== Data for review

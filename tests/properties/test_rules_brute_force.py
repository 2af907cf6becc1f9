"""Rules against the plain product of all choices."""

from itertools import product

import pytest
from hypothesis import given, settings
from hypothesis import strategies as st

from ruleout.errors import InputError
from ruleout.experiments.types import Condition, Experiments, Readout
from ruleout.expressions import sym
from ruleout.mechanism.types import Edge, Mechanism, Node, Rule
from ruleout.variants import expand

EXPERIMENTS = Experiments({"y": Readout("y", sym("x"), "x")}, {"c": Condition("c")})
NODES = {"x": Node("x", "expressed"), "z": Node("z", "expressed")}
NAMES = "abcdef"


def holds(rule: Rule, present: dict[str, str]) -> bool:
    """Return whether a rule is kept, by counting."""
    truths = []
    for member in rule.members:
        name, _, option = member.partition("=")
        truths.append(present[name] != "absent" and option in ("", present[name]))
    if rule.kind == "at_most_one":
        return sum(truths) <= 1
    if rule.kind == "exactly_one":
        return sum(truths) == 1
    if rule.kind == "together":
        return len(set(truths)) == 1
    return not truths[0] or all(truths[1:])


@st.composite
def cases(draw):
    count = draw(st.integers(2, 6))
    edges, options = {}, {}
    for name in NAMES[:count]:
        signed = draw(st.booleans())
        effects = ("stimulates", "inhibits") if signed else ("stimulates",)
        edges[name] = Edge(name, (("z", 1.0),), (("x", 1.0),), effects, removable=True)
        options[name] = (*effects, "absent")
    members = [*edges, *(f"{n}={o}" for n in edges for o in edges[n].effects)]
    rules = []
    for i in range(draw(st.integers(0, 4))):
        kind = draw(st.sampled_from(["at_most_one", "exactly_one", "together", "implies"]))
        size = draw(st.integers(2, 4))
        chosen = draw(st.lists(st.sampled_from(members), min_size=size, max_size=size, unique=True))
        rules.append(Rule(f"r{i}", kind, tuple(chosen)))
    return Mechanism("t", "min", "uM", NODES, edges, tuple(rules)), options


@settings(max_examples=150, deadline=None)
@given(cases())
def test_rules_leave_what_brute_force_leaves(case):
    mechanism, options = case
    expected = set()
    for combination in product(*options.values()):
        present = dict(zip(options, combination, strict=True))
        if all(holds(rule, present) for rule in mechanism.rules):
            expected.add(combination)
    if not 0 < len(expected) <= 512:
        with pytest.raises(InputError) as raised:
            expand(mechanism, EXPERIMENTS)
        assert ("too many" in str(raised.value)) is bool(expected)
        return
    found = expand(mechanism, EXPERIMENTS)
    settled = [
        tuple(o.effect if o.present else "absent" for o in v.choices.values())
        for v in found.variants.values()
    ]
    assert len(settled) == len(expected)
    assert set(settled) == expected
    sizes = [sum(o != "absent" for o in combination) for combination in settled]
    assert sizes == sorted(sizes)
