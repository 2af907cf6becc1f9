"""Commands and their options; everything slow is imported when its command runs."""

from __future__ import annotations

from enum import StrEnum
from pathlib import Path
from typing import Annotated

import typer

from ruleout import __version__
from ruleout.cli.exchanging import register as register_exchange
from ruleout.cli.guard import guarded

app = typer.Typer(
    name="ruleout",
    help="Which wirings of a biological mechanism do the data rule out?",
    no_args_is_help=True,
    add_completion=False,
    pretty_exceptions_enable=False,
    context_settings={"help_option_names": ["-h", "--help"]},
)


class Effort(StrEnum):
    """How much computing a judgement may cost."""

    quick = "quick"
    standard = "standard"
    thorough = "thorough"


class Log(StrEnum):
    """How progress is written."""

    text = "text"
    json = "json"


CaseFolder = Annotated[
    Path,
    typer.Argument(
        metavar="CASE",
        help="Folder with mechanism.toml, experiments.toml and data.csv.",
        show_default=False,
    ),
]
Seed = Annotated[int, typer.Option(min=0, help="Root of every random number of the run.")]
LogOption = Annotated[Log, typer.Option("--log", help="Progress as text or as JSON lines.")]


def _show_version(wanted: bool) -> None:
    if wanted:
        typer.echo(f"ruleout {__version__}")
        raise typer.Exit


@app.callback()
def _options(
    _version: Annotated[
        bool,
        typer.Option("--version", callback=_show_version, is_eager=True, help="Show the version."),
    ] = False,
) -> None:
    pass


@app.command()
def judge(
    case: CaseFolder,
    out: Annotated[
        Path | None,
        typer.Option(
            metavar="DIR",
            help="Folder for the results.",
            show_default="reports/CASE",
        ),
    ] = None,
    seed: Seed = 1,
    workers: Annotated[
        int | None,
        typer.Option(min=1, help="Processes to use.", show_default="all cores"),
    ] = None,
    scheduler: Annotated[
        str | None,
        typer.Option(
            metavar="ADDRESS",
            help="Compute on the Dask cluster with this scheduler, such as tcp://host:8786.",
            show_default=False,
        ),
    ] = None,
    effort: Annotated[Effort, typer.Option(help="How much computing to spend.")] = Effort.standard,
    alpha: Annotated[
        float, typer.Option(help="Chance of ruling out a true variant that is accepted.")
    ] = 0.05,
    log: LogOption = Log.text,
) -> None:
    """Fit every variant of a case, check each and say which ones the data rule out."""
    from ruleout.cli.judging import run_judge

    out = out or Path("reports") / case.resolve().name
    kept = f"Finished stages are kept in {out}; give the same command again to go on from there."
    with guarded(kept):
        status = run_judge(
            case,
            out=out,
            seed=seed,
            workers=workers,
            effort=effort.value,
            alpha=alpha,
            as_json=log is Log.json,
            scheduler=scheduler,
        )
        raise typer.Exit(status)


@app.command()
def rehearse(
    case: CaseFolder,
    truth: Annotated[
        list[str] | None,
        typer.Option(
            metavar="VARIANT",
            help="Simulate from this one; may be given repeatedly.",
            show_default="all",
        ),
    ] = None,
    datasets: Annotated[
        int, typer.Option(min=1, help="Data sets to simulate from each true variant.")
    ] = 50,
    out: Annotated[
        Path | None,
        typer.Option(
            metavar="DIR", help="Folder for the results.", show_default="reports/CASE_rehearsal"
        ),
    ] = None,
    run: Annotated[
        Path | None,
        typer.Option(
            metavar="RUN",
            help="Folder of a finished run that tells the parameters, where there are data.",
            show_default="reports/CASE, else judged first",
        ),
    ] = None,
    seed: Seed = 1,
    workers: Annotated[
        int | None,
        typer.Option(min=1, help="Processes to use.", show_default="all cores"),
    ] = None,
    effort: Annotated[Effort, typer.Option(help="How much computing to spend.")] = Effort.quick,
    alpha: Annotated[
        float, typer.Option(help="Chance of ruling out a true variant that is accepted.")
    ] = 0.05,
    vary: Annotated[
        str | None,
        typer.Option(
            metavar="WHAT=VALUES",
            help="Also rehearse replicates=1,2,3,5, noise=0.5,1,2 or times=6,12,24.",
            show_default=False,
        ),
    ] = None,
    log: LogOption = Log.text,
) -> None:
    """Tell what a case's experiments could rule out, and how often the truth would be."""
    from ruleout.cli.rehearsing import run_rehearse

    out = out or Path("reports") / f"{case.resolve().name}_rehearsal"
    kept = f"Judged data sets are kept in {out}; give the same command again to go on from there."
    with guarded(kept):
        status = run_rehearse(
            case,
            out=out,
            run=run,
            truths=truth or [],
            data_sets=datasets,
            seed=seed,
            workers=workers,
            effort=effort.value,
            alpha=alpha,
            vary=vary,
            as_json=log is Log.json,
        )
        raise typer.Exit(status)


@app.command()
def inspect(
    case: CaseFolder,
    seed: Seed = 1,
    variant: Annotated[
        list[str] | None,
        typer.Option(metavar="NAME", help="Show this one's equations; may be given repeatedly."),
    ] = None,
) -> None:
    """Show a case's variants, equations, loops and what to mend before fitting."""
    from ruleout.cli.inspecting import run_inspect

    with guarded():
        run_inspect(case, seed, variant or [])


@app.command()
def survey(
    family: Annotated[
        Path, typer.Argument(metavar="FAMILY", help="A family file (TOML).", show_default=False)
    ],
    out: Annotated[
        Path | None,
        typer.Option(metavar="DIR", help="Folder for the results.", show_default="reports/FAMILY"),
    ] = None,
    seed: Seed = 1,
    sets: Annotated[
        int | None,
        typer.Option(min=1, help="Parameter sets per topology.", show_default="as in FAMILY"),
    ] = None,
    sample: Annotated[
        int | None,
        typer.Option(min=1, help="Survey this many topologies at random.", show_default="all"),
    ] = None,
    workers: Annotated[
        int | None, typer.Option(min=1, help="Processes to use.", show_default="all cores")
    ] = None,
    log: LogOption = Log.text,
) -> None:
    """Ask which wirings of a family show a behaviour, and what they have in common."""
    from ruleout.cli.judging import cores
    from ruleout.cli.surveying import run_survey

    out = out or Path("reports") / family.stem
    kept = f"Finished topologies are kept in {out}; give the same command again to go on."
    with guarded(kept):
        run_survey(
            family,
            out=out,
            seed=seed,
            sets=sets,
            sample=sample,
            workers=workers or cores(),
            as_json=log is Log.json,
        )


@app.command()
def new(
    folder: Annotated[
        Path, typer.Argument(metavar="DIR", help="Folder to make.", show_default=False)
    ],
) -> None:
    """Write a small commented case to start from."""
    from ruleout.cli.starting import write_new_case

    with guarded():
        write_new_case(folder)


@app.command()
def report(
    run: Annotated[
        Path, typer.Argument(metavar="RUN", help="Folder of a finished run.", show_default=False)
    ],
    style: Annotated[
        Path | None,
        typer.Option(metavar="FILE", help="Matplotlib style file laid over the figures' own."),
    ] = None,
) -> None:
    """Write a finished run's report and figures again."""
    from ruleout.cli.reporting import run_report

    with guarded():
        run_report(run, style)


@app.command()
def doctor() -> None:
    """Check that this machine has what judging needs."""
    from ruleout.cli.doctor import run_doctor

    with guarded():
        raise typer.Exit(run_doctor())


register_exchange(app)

====
== Data for review

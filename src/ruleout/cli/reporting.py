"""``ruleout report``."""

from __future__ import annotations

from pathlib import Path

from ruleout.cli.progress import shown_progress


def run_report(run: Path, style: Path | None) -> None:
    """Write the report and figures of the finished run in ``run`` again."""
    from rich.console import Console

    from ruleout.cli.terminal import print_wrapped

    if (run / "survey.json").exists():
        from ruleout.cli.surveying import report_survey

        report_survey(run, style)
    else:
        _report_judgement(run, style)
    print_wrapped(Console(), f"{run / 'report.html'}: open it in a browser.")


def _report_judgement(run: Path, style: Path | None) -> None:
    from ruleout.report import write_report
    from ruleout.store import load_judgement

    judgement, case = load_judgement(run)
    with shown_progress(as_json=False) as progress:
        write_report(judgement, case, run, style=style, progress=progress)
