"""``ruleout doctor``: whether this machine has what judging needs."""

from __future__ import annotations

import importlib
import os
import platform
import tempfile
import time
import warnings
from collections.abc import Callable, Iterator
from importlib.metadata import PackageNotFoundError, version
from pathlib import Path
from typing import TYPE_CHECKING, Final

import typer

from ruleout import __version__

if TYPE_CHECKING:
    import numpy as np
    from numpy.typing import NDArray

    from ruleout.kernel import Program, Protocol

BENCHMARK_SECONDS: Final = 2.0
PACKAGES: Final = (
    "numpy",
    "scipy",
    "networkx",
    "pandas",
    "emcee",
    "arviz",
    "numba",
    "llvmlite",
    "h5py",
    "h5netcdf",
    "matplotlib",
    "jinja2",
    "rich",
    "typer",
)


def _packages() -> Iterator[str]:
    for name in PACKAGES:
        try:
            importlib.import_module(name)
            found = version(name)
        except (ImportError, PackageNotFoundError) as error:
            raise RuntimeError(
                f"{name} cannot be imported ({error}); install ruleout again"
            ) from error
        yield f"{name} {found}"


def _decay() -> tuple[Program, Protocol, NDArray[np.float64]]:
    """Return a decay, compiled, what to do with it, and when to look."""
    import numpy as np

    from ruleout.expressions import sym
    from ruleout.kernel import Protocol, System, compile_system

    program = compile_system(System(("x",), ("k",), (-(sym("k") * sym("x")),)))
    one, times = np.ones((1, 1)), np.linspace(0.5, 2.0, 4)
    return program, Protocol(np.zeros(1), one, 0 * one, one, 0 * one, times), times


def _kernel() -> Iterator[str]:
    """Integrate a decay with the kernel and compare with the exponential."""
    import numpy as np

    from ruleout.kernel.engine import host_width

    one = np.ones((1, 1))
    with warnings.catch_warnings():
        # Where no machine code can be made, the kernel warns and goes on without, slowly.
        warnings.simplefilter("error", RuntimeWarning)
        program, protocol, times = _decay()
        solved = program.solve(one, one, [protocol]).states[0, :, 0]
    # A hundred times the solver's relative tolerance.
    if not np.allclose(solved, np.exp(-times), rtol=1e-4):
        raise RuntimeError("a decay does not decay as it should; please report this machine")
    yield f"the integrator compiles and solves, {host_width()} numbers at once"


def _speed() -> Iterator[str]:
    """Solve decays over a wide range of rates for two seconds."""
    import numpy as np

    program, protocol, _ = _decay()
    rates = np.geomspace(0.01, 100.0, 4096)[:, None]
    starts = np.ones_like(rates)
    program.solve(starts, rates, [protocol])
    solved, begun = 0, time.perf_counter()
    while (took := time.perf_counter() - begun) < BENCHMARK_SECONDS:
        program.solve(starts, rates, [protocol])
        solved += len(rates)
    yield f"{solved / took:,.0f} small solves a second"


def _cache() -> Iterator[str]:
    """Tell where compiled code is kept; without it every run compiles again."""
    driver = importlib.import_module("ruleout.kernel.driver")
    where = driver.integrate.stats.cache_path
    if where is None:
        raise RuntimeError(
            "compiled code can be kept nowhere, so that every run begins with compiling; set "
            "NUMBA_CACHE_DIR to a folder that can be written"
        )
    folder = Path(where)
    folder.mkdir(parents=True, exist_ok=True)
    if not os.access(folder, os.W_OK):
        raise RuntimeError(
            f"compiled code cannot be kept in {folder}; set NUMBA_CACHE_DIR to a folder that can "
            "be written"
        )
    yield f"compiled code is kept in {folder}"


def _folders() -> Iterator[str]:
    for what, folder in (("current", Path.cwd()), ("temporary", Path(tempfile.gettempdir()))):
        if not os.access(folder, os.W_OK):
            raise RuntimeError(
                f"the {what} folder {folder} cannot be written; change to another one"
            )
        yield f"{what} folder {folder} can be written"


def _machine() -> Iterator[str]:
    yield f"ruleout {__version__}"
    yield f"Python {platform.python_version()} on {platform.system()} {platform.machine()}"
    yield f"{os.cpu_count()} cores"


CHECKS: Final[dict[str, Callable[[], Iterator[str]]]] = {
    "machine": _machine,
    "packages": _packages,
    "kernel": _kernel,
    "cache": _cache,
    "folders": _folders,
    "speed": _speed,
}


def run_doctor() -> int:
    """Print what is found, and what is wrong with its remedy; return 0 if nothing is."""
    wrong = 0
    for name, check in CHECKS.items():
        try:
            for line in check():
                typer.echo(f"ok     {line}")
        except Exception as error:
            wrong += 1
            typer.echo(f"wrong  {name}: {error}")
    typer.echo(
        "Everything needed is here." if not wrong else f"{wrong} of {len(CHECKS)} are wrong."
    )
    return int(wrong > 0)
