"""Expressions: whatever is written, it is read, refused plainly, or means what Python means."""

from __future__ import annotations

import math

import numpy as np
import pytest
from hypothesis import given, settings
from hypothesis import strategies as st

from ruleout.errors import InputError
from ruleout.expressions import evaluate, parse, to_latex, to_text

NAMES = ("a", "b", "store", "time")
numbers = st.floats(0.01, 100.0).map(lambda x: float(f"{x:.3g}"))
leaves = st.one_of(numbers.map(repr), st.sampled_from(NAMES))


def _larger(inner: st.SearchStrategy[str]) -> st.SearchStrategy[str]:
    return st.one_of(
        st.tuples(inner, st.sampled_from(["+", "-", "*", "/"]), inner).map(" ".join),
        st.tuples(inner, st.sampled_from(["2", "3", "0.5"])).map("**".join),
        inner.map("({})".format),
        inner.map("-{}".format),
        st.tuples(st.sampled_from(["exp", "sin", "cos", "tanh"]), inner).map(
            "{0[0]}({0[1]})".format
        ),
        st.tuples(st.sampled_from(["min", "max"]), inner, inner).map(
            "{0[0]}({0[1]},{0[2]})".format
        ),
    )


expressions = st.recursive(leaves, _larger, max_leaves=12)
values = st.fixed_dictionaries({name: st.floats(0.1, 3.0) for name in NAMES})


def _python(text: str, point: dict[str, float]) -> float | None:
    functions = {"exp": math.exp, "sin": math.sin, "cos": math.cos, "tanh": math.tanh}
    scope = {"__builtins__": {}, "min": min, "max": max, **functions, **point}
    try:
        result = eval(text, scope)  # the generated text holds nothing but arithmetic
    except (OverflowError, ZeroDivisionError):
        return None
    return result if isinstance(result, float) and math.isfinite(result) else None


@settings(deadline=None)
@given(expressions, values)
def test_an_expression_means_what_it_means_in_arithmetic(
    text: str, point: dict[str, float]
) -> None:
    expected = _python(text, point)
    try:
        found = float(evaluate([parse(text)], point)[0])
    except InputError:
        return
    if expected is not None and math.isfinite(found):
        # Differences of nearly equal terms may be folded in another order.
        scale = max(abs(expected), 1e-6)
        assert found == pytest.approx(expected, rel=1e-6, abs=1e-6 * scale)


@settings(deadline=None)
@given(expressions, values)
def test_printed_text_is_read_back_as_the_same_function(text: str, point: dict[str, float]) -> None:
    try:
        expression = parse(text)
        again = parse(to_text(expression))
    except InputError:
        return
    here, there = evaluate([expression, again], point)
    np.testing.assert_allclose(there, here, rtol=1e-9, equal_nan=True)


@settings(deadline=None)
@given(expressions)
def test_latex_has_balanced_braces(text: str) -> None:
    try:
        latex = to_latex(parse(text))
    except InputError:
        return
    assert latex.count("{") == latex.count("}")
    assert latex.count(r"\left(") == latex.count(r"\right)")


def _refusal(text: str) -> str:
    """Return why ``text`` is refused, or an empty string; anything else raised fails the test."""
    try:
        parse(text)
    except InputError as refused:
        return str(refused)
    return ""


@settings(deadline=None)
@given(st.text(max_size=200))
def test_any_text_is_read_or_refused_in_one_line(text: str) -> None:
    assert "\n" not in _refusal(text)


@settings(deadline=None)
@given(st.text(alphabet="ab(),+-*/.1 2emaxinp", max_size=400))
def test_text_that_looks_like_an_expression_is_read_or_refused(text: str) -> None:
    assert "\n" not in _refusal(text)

====
== Data for review

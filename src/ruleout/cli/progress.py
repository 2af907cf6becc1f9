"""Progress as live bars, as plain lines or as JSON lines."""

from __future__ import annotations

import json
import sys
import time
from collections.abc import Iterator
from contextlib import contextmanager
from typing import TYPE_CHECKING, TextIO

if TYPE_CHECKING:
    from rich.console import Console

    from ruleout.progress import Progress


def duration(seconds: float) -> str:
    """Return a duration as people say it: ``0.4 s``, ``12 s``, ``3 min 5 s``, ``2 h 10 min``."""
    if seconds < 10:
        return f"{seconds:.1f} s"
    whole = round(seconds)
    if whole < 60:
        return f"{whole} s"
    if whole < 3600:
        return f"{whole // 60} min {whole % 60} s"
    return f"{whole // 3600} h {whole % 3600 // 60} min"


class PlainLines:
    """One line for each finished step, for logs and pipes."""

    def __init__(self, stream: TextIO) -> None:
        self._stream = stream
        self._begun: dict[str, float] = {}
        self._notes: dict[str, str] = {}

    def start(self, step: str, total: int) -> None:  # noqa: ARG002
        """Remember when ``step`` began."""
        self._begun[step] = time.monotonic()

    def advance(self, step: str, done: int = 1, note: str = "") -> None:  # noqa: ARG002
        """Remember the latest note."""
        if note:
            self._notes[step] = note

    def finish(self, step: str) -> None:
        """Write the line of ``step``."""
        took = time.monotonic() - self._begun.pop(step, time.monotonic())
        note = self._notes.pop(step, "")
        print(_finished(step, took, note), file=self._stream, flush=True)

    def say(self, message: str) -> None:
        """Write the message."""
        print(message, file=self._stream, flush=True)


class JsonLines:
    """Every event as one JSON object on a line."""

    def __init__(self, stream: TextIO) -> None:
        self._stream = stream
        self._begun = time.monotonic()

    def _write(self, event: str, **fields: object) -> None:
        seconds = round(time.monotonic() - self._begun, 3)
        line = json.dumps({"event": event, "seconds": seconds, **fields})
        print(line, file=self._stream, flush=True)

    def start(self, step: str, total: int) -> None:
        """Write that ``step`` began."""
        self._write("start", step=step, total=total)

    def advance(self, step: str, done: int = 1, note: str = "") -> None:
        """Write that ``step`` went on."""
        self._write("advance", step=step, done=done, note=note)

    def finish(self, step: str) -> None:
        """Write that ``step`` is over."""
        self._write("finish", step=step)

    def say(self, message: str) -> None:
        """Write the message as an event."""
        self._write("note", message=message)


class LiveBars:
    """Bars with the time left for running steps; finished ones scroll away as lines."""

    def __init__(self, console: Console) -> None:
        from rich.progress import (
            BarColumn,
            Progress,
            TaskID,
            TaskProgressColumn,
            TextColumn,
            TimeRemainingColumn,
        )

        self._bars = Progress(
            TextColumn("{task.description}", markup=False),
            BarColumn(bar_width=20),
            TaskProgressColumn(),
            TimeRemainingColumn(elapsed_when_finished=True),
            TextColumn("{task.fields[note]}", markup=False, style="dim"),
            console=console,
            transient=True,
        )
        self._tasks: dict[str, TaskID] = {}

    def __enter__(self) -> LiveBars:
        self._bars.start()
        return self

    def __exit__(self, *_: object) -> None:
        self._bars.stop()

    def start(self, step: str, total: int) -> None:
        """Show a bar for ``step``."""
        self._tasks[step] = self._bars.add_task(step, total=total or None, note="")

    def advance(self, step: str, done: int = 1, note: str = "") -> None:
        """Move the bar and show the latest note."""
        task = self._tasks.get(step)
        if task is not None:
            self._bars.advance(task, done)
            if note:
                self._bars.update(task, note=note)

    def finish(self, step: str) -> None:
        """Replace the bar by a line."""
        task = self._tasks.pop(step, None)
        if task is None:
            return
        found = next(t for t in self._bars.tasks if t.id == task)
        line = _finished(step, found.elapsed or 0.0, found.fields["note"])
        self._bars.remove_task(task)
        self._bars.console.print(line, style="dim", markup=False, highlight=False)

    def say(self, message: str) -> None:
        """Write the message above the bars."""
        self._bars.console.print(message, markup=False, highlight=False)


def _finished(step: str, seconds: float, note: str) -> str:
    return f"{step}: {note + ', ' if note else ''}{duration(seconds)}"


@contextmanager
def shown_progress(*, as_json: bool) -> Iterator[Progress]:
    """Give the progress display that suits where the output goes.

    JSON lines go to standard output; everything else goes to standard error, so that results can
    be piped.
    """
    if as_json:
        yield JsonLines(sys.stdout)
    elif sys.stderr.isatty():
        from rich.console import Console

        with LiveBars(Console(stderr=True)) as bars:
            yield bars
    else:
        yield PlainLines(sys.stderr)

====

- [Problem description] Copy every line in the data above that has the string "floats" in it.

- [Solution to this task]
numbers = st.floats(0.01, 100.0).map(lambda x: float(f"{x:.3g}"))
values = st.fixed_dictionaries({name: st.floats(0.1, 3.0) for name in NAMES})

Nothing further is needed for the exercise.